Wednesday, July 16, 2008

Book covers

Done with the book workshop! yay! We got very good feedback though. My teammates and I went out for a celebratory pizza dinner last night. We worked pretty well together, but I don't think we're going to end up best friends-- last week there was just too much tension and too little sleep. Dinner was a quiet event.

I'm glad to be done. Designing book jackets sounds more glamorous than it was-- I spent most of my time googling for images and resizing things and downloading fonts with names like Bleeding Cowboy. It was hard to compete with the more experienced designers, although they all helped me out with the design programs. Everyone was very collaborative. We also had two adult supervisors who gave us advice and and tried to keep us in line (but I was bitter because neither of them knew anything about InDesign or Photoshop). One of the supervisors advised me to lay off the Bleeding Cowboy and try a much simpler typeface like Gil Sans. Then she started reminiscing. "I love Gil Sans. It's good for everything. We used to ask each other, 'If you could only take two fonts on a desert island, which would they be?' And I would always choose Gil Sans. It's plain, but so elegant."

Now, a retrospective of the book covers I made last week:

The first was Adobe: Authentic Techniques, Modern Designs. I really wanted to call it Adobe! but no one listened to me. This cover was relatively easy to make and turned out well despite the fact that I had no design skills yet. I spent half the day watching InDesign tutorial videos and the rest of the day browsing flickr for photos of adobe.


That's a picture of the Santa Fe opera house.

After that I was feeling really ambitious. I decided to go all out for The Forager's Guide to the Southwest. I made five different versions of this cover, but the only one I have in pdf form is the final version. It's okay, the others weren't very good.



Note the Alaskan fireweed and Mt. McKinley in the background.

The next book, The Prejudiced Brain, was touch and go for a while. My teammates tried to wrest away my design authority after Sessalee Hensley dismissed my cover with a single word: "dullsville." Dullsville! Sessalee is the fiction buyer for Barnes & Noble, and everyone in the publishing world speaks of her in mixed tones of resentment and envy. Before meeting her, I pictured her as a literary Anna Wintour, but she actually looks more like a big blonde public librarian. We met with her to "sell" three of our books. Sessalee told us The Prejudiced Brain was right up her alley, that she would read it in a heartbeat, but that the cover was...you know. That was the version I posted last week. (Joanne, you were right, it needed work.)

Then my teammates tried to commission another guy from our group to design the cover. He made it in 3 hours and my team loved it. It was a picture of a guy in a museum, looking at three framed pictures: an astronaut, a housewife, and a dumpster. I was irritated... I continued making changes to my own cover:



See, much more fun! (And that font is Gil Sans.)

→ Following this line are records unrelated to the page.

/**
 * Chunk sizing. A chunk is one task for a worker: large enough that the message overhead is
 * negligible, small enough to spread a small sweep over all workers. The size depends only on
 * the sweep and the row range (never on the worker count), so batch boundaries and resumes
 * are the same on any machine.
 */
import type { SweepSpec } from '../spec/types.js';

/** Largest chunk per thermal model: about 0.1-0.3 s of work on one core. */
const MAX_CHUNK_ROWS = { isentropic: 4096, conductive: 256 } as const;
const MIN_CHUNK_ROWS = 16;

export function defaultChunkSize(spec: SweepSpec, rows: number): number {
  const conductive = spec.model.thermal === 'conductive' || (spec.model.thermal === 'auto' && mayHaveUpwelling(spec));
  const max = conductive ? MAX_CHUNK_ROWS.conductive : MAX_CHUNK_ROWS.isentropic;
  // at least ~32 chunks when the range allows, so small sweeps still use every core
  const spread = Math.ceil(rows / 32);
  return Math.max(MIN_CHUNK_ROWS, Math.min(max, spread));
}

function mayHaveUpwelling(spec: SweepSpec): boolean {
  return spec.axes.some((a) => a.name === 'upwelling_mm_yr') || spec.fixed.upwelling_mm_yr !== undefined;
}
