/**
 * Chunk sizing. A chunk is one task for a worker: large enough that the message overhead is
 * negligible, small enough to spread a small sweep over all workers. The size depends only on
 * the sweep and the row range (never on the worker count), so batch boundaries and resumes
 * are the same on any machine.
 */
import type { SweepSpec } from '../spec/types.js';

/** Largest chunk per thermal model: about 0.1-0.3 s of work on one core. */
const MAX_CHUNK_ROWS = { isentropic: 4096, conductive: 256 } as const;
const MIN_CHUNK_ROWS = 16;

/** Profile rows (scenarios x grid points) one chunk may carry: bounds a chunk's memory with --profiles. */
const MAX_CHUNK_PROFILE_ROWS = 1_048_576;

/**
 * Rows per chunk of a sweep range.
 * @param profilePoints points of the profile grid (0 without profiles): a chunk carries at most
 *   MAX_CHUNK_PROFILE_ROWS profile rows
 */
export function defaultChunkSize(spec: SweepSpec, rows: number, profilePoints = 0): number {
  const conductive = spec.model.thermal === 'conductive' || (spec.model.thermal === 'auto' && mayHaveUpwelling(spec));
  let max: number = conductive ? MAX_CHUNK_ROWS.conductive : MAX_CHUNK_ROWS.isentropic;
  if (profilePoints > 0) max = Math.max(MIN_CHUNK_ROWS, Math.min(max, Math.floor(MAX_CHUNK_PROFILE_ROWS / profilePoints)));
  // at least ~32 chunks when the range allows, so small sweeps still use every core
  const spread = Math.ceil(rows / 32);
  return Math.max(MIN_CHUNK_ROWS, Math.min(max, spread));
}

function mayHaveUpwelling(spec: SweepSpec): boolean {
  return spec.axes.some((a) => a.name === 'upwelling_mm_yr') || spec.fixed.upwelling_mm_yr !== undefined;
}
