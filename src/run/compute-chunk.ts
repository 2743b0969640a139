/**
 * One unit of work: integrate the columns of a contiguous range of scenario indices and
 * return the results as struct-of-arrays typed arrays (moved, not copied, out of a worker).
 * Pure apart from the clock: the same (spec, range) gives the same arrays on any thread.
 */
import { COLUMN_STATUSES, type ColumnStatus } from '../physics/types.js';
import { allocatePointBatch, planSweep } from '../plan/index.js';
import type { Plan } from '../plan/types.js';
import { processOfSpec, resultsOf } from '../process/registry.js';
import type { AnyProcess, ProcessResult } from '../process/types.js';
import type { SweepSpec } from '../spec/types.js';
import { profileGridPressures, type ProfileGrid } from './profile-grid.js';
import { allocateProfileSamples, clearProfileRow } from './profile-sampling.js';
import type { ChunkResult } from '../process/chunk-result.js';

const STATUS_CODE: Readonly<Record<ColumnStatus, number>> = Object.freeze(
  Object.fromEntries(COLUMN_STATUSES.map((s, i) => [s, i])) as Record<ColumnStatus, number>,
);
const FAILED_CODE = STATUS_CODE.failed;

export type { ChunkResult } from '../process/chunk-result.js';

/** What a column computation needs besides the points: built once per spec. */
export interface ChunkContext {
  readonly spec: SweepSpec;
  readonly plan: Plan;
  /** the sweep's process and its runtime model (from process.resolveModel) */
  readonly process: AnyProcess;
  readonly model: unknown;
  /** the process's result field names, in table order */
  readonly resultNames: readonly string[];
  /** the profile grid's pressures (GPa, ascending), or null when no profile table is written */
  readonly profilePressures: Float64Array | null;
}

/**
 * Everything computeChunk needs for a sweep, built once per thread. With a profile grid the
 * columns keep their profile arrays (withProfile) and are sampled onto the grid.
 * @throws Error when profiles are asked of a process that writes no profile table
 */
export function makeChunkContext(spec: SweepSpec, profiles?: ProfileGrid): ChunkContext {
  const process = processOfSpec(spec);
  const withProfile = profiles !== undefined;
  if (withProfile && process.profileTable === undefined) throw new Error(`process ${process.name} writes no profile table`);
  return {
    spec,
    plan: planSweep(spec),
    process,
    model: process.resolveModel(spec.model, { withProfile }),
    resultNames: resultsOf(process, spec.model).map((r) => r.name),
    profilePressures: withProfile ? profileGridPressures(profiles) : null,
  };
}

function allocateNumeric(names: readonly string[], n: number): Record<string, Float64Array> {
  const out: Record<string, Float64Array> = {};
  for (const name of names) out[name] = new Float64Array(n);
  return out;
}

/** An ok row must hold finite numbers: anything else is demoted to failed with the field named. */
function firstNonFinite(r: ProcessResult, names: readonly string[]): string | null {
  for (const name of names) {
    const v = r.values[name];
    if (v !== null && v !== undefined && !Number.isFinite(v)) return name;
  }
  return null;
}

/**
 * Integrate scenarios [start, end) of the context's plan with the sweep's process.
 * A scenario that throws is recorded as failed with the error message; it never stops the chunk.
 * One inputs object serves every row (processes must not keep it): no allocation per row here.
 */
export function computeChunk(ctx: ChunkContext, start: number, end: number): ChunkResult {
  const n = end - start;
  const { process, model, resultNames } = ctx;
  const inputNames = ctx.plan.inputNames;
  const points = allocatePointBatch(inputNames, n, ctx.plan.hasBlocks);
  ctx.plan.fill(start, end, points);
  const status = new Uint8Array(n);
  const numeric = allocateNumeric(resultNames, n);
  const inputCols = inputNames.map((name) => points.inputs[name]);
  const resultCols = resultNames.map((name) => numeric[name]);
  const reasons: Array<readonly [number, string]> = [];
  const pressures = ctx.profilePressures;
  const profiles = pressures === null ? undefined : allocateProfileSamples(n, pressures.length);
  const row: Record<string, number> = {};
  for (const name of inputNames) row[name] = Number.NaN;
  const t0 = performance.now();
  for (let i = 0; i < n; i++) {
    for (let k = 0; k < inputCols.length; k++) row[inputNames[k]] = inputCols[k][i];
    let result: ProcessResult | null = null;
    let failure: string | null = null;
    try {
      result = process.compute(row, model);
      if (result.status === 'ok') {
        const bad = firstNonFinite(result, resultNames);
        if (bad !== null) failure = `non-finite ${bad} in an ok column`;
      }
    } catch (err) {
      failure = `column raised: ${err instanceof Error ? err.message : String(err)}`;
    }
    if (failure !== null || result === null) {
      status[i] = FAILED_CODE;
      for (const col of resultCols) col[i] = NaN;
      reasons.push([i, failure ?? 'no result']);
      if (profiles !== undefined) clearProfileRow(profiles, i);
      continue;
    }
    const ok: ProcessResult = result;
    status[i] = STATUS_CODE[ok.status];
    const values = ok.values;
    for (let k = 0; k < resultCols.length; k++) {
      const v = values[resultNames[k]];
      resultCols[k][i] = v === null || v === undefined ? NaN : v;
    }
    if (ok.reason !== null) reasons.push([i, ok.reason]);
    if (profiles !== undefined && pressures !== null && process.profileTable !== undefined) {
      process.profileTable.sample(ok, row, model, pressures, profiles, i);
    }
  }
  const computeMs = performance.now() - t0;
  return profiles === undefined
    ? { start, end, points, status, numeric, reasons, computeMs }
    : { start, end, points, status, numeric, reasons, computeMs, profiles };
}

/** Rows of a chunk that could not be computed at all (worker lost twice): all failed, inputs kept. */
export function failedChunk(ctx: ChunkContext, start: number, end: number, reason: string): ChunkResult {
  const n = end - start;
  const points = allocatePointBatch(ctx.plan.inputNames, n, ctx.plan.hasBlocks);
  ctx.plan.fill(start, end, points);
  const status = new Uint8Array(n).fill(FAILED_CODE);
  const numeric = allocateNumeric(ctx.resultNames, n);
  for (const name of ctx.resultNames) numeric[name].fill(NaN);
  const reasons: Array<readonly [number, string]> = [];
  for (let i = 0; i < n; i++) reasons.push([i, reason]);
  const pressures = ctx.profilePressures;
  if (pressures === null) return { start, end, points, status, numeric, reasons, computeMs: 0 };
  return { start, end, points, status, numeric, reasons, computeMs: 0, profiles: allocateProfileSamples(n, pressures.length) };
}

/** Every ArrayBuffer of a chunk, for moving it across a thread boundary without copying. */
export function chunkTransferables(c: ChunkResult): ArrayBuffer[] {
  const list: ArrayBuffer[] = [];
  for (const col of Object.values(c.points.inputs)) list.push(col.buffer as ArrayBuffer);
  list.push(c.status.buffer as ArrayBuffer);
  if (c.points.block) list.push(c.points.block.buffer as ArrayBuffer);
  for (const col of Object.values(c.numeric)) list.push(col.buffer as ArrayBuffer);
  const pr = c.profiles;
  if (pr !== undefined) {
    list.push(pr.t_c.buffer as ArrayBuffer, pr.f.buffer as ArrayBuffer, pr.h2o_melt_wt_pct.buffer as ArrayBuffer, pr.productivity_pct_per_gpa.buffer as ArrayBuffer);
  }
  return list;
}
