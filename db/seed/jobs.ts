import { createHash } from "node:crypto";
import { mkdir, writeFile } from "node:fs/promises";
import { dirname, resolve } from "node:path";
import { and, asc, eq, isNull } from "drizzle-orm";
import sharp from "sharp";
import { quoteTotals, type GstMethod } from "@/lib/money";
import { toTotalsLine, type JobState, type QuoteLineDraft, type QuoteState } from "@/lib/jobs";
import type { CriterionRow } from "../schema";
import type { Database } from "../client";
import { loadFleetVariance } from "../variance";
import {
  contractorFirms,
  costs,
  decisions,
  evidence,
  fitments,
  jobLines,
  jobOffers,
  jobs,
  memberships,
  organisations,
  quoteLines,
  quoteRevisions,
  quotes,
  users,
  vehicles,
  weighbridgeTickets,
} from "../schema";

/**
 * Demo jobs of every state, from the gaps the seeded variance shows (or free-text work where no
 * vehicle has an edition yet): competing quotes, a returned quote, a quote awaiting finance,
 * evidence accepted, waiting and rejected, costs booked for signed-off work. Evidence pictures
 * are generated here: plain coloured shapes, no photographs of anything. Idempotent: an
 * organisation that already has jobs is left alone.
 */

const DAY_MS = 86_400_000;
type Gap = { key: string; code: string; title: string; category: string; status: string; quantity: number; standardCostCents: number; criteria: CriterionRow[]; evidenceNeeded: string[] };
type Person = { id: string; role: string; firmId: string | null };

/** A value that meets a criterion, for the fitments of finished demo work. */
function satisfying(criteria: CriterionRow[]): Record<string, number | string> {
  const out: Record<string, number | string> = {};
  for (const c of criteria) {
    const v = Array.isArray(c.value) ? c.value[0] : c.value;
    if (v !== undefined) out[c.attribute] = v;
  }
  return out;
}

/** A picture of our own: a dusk sky, a red-earth ground and a few plain shapes. */
async function demoPicture(seed: number): Promise<Buffer> {
  const hues = [
    ["#1f2f4d", "#9c3d23", "#d9a441"],
    ["#2e4a3f", "#b4542d", "#e0c27a"],
    ["#3a3550", "#8f4a2b", "#c9b27c"],
  ][seed % 3]!;
  const x = 60 + ((seed * 37) % 180);
  const svg = `<svg xmlns="http://www.w3.org/2000/svg" width="480" height="320">
<rect width="480" height="320" fill="${hues[0]}"/>
<rect y="200" width="480" height="120" fill="${hues[1]}"/>
<circle cx="${x}" cy="120" r="38" fill="${hues[2]}"/>
<rect x="${300 - (seed % 5) * 20}" y="150" width="120" height="60" rx="10" fill="#e8e2d4"/>
<circle cx="${325 - (seed % 5) * 20}" cy="215" r="16" fill="#222"/><circle cx="${395 - (seed % 5) * 20}" cy="215" r="16" fill="#222"/>
</svg>`;
  return sharp(Buffer.from(svg)).jpeg({ quality: 80 }).toBuffer();
}

/** A one-page PDF with nothing on it but a frame, standing in for a scanned certificate. */
function demoPdf(): Buffer {
  return Buffer.from(
    "%PDF-1.4\n1 0 obj<</Type/Catalog/Pages 2 0 R>>endobj\n2 0 obj<</Type/Pages/Kids[3 0 R]/Count 1>>endobj\n3 0 obj<</Type/Page/Parent 2 0 R/MediaBox[0 0 595 842]/Contents 4 0 R>>endobj\n4 0 obj<</Length 33>>stream\n40 40 515 762 re S\nendstream endobj\ntrailer<</Root 1 0 R>>\n%%EOF\n",
    "latin1",
  );
}

/** Demo files go where the disk store keeps them; tests and other stores get the rows only. */
async function storeDemoFile(key: string, bytes: Buffer, contentType: string) {
  if (process.env.VITEST || (process.env.STORAGE_DRIVER && process.env.STORAGE_DRIVER !== "disk")) return;
  const root = resolve(process.env.STORAGE_DIR ?? "./data/files");
  const path = resolve(root, key);
  if (!path.startsWith(root + "/")) throw new Error(`demo key ${key} leaves the store`);
  await mkdir(dirname(path), { recursive: true });
  await writeFile(path, bytes);
  await writeFile(`${path}#meta.json`, JSON.stringify({ contentType }));
}

type Plan = {
  title: string;
  state: JobState;
  gaps: number;
  free?: string[];
  offers: ("a" | "b")[];
  quotes: { firm: "a" | "b"; status: QuoteState; factor: number; reason?: string; extraCents?: number }[];
  evidence?: ("accepted" | "lodged" | "rejected")[];
  ticket?: boolean;
  dueInDays: number;
  cancelReason?: string;
};

const PLANS: Plan[] = [
  { title: "Recovery gear to standard", state: "open", gaps: 2, offers: [], quotes: [], dueInDays: 30 },
  { title: "Protection and recovery upgrade", state: "quoting", gaps: 2, offers: ["a", "b"], quotes: [{ firm: "a", status: "submitted", factor: 0.96 }, { firm: "b", status: "submitted", factor: 1.07 }], dueInDays: 12 },
  { title: "Communications fit-out", state: "quoting", gaps: 2, offers: ["a", "b"], quotes: [{ firm: "a", status: "returned", factor: 1.18, reason: "Quote each item installed and tested, with the fitting hours per item, not as loose parts" }, { firm: "b", status: "draft", factor: 1.02 }], dueInDays: 9 },
  { title: "Long-range touring package", state: "quoting", gaps: 3, free: ["Long-range fuel tank, 140 L"], offers: ["a", "b"], quotes: [{ firm: "a", status: "awaiting_finance", factor: 1, extraCents: 420_000 }, { firm: "b", status: "submitted", factor: 1.12, extraCents: 455_000 }], dueInDays: 20 },
  { title: "Electrical upgrade", state: "awarded", gaps: 2, offers: ["a", "b"], quotes: [{ firm: "b", status: "accepted", factor: 0.98 }, { firm: "a", status: "declined", factor: 1.05, reason: "The work was awarded to another workshop" }], dueInDays: 18 },
  { title: "Water and dust sealing", state: "in_workshop", gaps: 2, offers: ["a"], quotes: [{ firm: "a", status: "accepted", factor: 1 }], evidence: ["lodged", "rejected"], dueInDays: 5 },
  { title: "Storage and load restraint", state: "evidence_lodged", gaps: 2, offers: ["b"], quotes: [{ firm: "b", status: "accepted", factor: 0.99 }], evidence: ["accepted", "lodged"], ticket: true, dueInDays: -2 },
  { title: "Tyres and wheel alignment", state: "signed_off", gaps: 2, offers: ["a", "b"], quotes: [{ firm: "a", status: "accepted", factor: 0.97 }, { firm: "b", status: "declined", factor: 1.1, reason: "The work was awarded to another workshop" }], evidence: ["accepted", "accepted"], ticket: true, dueInDays: -20 },
  { title: "Lighting and roof rack", state: "closed", gaps: 1, offers: ["a"], quotes: [{ firm: "a", status: "accepted", factor: 1.01 }], evidence: ["accepted"], dueInDays: -45 },
  { title: "Side steps (not needed after all)", state: "cancelled", gaps: 1, offers: ["b"], quotes: [{ firm: "b", status: "withdrawn", factor: 1 }], dueInDays: 10, cancelReason: "The vehicle is moving to town duties; side steps are not needed" },
];
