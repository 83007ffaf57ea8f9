"use client";

import { VEHICLE_FIELDS, VEHICLE_FIELD_INFO, type VehicleField } from "@/imports/fields";
import { Select, StatusPill, Table, TBody, Td, Th, THead, Tr } from "@/components/ui";
import type { ImportResult, MappingSource } from "@/lib/commands/imports";

export type EditableMapping = Record<string, VehicleField | null>;

const SOURCE_WORD: Record<MappingSource, string> = { automatic: "Automatic", saved: "Saved", chosen: "Your choice" };

/** Each column of the file, what it is imported as (the user may correct it), and why. */
export function MappingTable({
  check,
  mapping,
  edited,
  onChange,
  disabled,
}: {
  check: ImportResult;
  mapping: EditableMapping;
  /** Headings the user changed since the last check. */
  edited: ReadonlySet<string>;
  onChange: (heading: string, field: VehicleField | null) => void;
  disabled?: boolean;
}) {
  const example = (heading: string) =>
    check.preview
      .map((row) => row.cells[heading])
      .filter((v): v is string => v !== null && v !== undefined && v !== "")
      .slice(0, 2)
      .join(" · ");
  const usedBy = new Map<VehicleField, string[]>();
  for (const [heading, field] of Object.entries(mapping)) if (field) usedBy.set(field, [...(usedBy.get(field) ?? []), heading]);

  return (
    <Table label="Column matching" data-testid="mapping-table">
      <THead>
        <Tr>
          <Th>Column in your file</Th>
          <Th>Example values</Th>
          <Th>Imported as</Th>
          <Th>Matched</Th>
        </Tr>
      </THead>
      <TBody>
        {check.headers.map((heading) => {
          const field = mapping[heading] ?? null;
          const clash = field !== null && (usedBy.get(field)?.length ?? 0) > 1;
          const source = check.mappingSources[heading];
          return (
            <Tr key={heading}>
              <Th scope="row">{heading}</Th>
              <Td className="max-w-64 truncate text-muted" title={example(heading)}>
                {example(heading) || "—"}
              </Td>
              <Td className="min-w-56">
                <Select
                  size="sm"
                  aria-label={`Field for column "${heading}"`}
                  value={field ?? ""}
                  disabled={disabled}
                  aria-invalid={clash || undefined}
                  onChange={(event) => onChange(heading, event.target.value === "" ? null : (event.target.value as VehicleField))}
                >
                  <option value="">Not imported</option>
                  {VEHICLE_FIELDS.map((f) => (
                    <option key={f} value={f}>
                      {VEHICLE_FIELD_INFO[f].label}
                      {VEHICLE_FIELD_INFO[f].required ? " (required)" : ""}
                    </option>
                  ))}
                </Select>
                {clash && <p className="mt-1 text-xs font-medium text-danger">Also chosen for {usedBy.get(field!)!.filter((h) => h !== heading).join(", ")}; only one column is read</p>}
              </Td>
              <Td>
                {edited.has(heading) ? (
                  <StatusPill tone="info" size="sm">Changed</StatusPill>
                ) : field === null ? (
                  check.unknownColumns.includes(heading) ? (
                    <StatusPill tone="warn" size="sm">Not matched</StatusPill>
                  ) : (
                    <StatusPill tone="neutral" size="sm">Ignored</StatusPill>
                  )
                ) : source ? (
                  <StatusPill tone={source === "automatic" ? "ok" : "info"} size="sm">{SOURCE_WORD[source]}</StatusPill>
                ) : null}
              </Td>
            </Tr>
          );
        })}
      </TBody>
    </Table>
  );
}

My final cover was for a book called States of the West: Four Perspectives on the Identity of a Region. It was a book of essays about the new American West. Boring title. "Can we change it, please?" I asked my group, and got back a short email from one of the editors. "I actually like the title," she wrote. "We put a lot of thought into it. The double entendre of 'states' is nice, and it's clear and concise." Okay, fine. She got her title, I got my brain cover.